AIM OF THE TASK
Of all the lines in the records below, copy only those that contain the string "echo".

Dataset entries
──────────

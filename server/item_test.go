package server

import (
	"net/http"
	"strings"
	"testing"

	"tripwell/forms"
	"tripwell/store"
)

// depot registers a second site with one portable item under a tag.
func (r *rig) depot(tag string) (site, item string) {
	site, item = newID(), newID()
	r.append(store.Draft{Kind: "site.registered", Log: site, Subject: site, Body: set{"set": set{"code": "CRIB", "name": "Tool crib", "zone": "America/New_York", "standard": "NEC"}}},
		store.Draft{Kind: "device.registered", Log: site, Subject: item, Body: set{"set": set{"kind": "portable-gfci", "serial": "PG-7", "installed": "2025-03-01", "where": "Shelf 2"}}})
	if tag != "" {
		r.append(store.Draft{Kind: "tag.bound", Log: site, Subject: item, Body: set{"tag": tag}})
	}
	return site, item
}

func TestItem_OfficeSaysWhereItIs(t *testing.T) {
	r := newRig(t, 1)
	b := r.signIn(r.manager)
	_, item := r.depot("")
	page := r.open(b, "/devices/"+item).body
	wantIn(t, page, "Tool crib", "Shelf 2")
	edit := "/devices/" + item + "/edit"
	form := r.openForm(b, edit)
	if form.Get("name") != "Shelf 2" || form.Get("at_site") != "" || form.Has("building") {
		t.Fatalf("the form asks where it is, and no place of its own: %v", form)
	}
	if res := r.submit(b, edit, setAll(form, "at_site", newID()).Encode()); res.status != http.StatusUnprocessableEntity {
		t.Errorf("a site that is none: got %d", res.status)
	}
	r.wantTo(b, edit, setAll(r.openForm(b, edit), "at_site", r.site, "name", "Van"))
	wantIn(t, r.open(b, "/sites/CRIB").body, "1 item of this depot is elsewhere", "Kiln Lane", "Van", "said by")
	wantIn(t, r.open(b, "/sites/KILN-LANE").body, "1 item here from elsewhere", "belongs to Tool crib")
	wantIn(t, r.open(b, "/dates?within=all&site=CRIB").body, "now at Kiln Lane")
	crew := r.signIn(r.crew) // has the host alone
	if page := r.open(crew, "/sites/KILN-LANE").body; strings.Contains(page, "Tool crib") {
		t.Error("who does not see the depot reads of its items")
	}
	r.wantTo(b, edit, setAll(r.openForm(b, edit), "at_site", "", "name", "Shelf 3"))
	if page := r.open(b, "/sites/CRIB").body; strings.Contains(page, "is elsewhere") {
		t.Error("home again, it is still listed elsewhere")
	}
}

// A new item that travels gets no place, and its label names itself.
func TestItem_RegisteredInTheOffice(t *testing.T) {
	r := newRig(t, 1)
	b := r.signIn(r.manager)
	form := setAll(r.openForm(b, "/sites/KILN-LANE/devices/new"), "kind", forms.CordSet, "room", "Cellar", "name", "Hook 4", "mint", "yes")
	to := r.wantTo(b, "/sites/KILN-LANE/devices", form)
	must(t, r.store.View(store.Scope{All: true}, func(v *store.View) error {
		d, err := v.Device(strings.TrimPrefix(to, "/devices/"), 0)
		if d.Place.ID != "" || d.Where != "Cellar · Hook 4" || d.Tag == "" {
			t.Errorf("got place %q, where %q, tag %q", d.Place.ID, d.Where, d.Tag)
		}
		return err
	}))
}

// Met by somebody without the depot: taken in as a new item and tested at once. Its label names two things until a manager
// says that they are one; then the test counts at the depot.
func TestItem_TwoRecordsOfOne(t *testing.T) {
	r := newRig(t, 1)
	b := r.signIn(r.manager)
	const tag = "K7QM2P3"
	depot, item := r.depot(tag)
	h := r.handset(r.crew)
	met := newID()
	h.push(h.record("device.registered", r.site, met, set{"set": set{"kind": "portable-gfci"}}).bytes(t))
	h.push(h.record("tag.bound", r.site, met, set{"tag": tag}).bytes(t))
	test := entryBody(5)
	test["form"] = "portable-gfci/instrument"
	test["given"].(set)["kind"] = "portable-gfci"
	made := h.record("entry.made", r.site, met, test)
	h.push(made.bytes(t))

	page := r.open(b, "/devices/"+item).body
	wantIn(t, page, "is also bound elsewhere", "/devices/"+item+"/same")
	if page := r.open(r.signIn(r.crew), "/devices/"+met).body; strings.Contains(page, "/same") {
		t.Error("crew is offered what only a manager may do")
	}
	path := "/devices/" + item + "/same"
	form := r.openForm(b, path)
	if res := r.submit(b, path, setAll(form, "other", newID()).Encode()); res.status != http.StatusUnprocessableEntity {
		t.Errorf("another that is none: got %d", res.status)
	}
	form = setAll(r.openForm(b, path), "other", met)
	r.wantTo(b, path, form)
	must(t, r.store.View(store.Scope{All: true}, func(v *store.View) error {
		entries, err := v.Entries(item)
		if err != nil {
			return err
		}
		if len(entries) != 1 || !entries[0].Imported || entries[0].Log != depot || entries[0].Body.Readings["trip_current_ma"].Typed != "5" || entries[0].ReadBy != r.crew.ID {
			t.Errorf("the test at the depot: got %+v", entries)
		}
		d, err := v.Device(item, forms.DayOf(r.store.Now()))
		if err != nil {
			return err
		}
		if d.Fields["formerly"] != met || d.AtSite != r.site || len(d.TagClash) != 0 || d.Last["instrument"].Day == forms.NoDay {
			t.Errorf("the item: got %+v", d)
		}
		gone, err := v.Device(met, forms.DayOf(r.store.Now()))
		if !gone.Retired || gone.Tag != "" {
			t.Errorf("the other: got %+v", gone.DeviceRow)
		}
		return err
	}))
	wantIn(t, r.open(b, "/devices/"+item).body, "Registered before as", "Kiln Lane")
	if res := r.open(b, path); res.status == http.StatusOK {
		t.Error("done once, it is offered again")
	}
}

──────────

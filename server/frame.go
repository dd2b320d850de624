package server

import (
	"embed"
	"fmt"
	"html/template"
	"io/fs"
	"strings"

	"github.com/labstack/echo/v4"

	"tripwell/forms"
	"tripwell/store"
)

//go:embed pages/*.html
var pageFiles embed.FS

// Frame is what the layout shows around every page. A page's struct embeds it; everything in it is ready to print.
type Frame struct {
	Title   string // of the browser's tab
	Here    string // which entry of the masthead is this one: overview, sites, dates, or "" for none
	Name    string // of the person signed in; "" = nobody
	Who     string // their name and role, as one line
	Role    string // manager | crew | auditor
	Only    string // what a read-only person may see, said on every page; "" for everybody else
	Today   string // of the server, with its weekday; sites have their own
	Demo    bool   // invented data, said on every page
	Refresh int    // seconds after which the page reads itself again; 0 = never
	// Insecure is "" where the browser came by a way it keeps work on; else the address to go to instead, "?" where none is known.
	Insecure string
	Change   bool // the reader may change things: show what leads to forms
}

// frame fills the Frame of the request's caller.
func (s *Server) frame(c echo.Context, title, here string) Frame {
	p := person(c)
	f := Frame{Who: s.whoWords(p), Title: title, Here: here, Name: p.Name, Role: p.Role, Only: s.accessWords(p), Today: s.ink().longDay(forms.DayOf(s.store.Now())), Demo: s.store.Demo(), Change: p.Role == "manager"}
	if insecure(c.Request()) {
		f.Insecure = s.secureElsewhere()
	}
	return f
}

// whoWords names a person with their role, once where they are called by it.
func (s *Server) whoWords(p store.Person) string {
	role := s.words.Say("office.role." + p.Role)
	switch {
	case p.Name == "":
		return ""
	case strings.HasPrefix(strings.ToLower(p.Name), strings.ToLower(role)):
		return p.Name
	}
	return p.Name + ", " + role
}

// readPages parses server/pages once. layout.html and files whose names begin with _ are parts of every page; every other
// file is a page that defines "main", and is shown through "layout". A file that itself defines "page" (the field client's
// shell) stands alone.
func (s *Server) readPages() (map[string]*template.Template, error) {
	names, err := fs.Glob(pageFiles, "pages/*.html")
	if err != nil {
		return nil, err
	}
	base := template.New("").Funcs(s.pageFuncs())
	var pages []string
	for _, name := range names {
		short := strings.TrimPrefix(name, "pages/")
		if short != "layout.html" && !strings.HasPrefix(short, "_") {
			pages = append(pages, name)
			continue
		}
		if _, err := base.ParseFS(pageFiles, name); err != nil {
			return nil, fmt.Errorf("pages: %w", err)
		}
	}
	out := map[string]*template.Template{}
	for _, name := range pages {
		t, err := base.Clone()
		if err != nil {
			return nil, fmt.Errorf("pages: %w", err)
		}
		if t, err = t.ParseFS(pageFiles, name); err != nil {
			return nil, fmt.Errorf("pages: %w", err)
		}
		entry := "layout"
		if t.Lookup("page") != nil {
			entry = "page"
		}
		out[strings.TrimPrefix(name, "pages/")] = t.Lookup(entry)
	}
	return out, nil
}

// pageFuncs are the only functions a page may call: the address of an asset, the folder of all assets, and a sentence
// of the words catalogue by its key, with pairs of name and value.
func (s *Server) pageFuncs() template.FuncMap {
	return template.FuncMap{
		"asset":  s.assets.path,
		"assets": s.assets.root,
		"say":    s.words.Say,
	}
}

──────────

EXERCISE RESULT
	"github.com/labstack/echo/v4"
func (s *Server) frame(c echo.Context, title, here string) Frame {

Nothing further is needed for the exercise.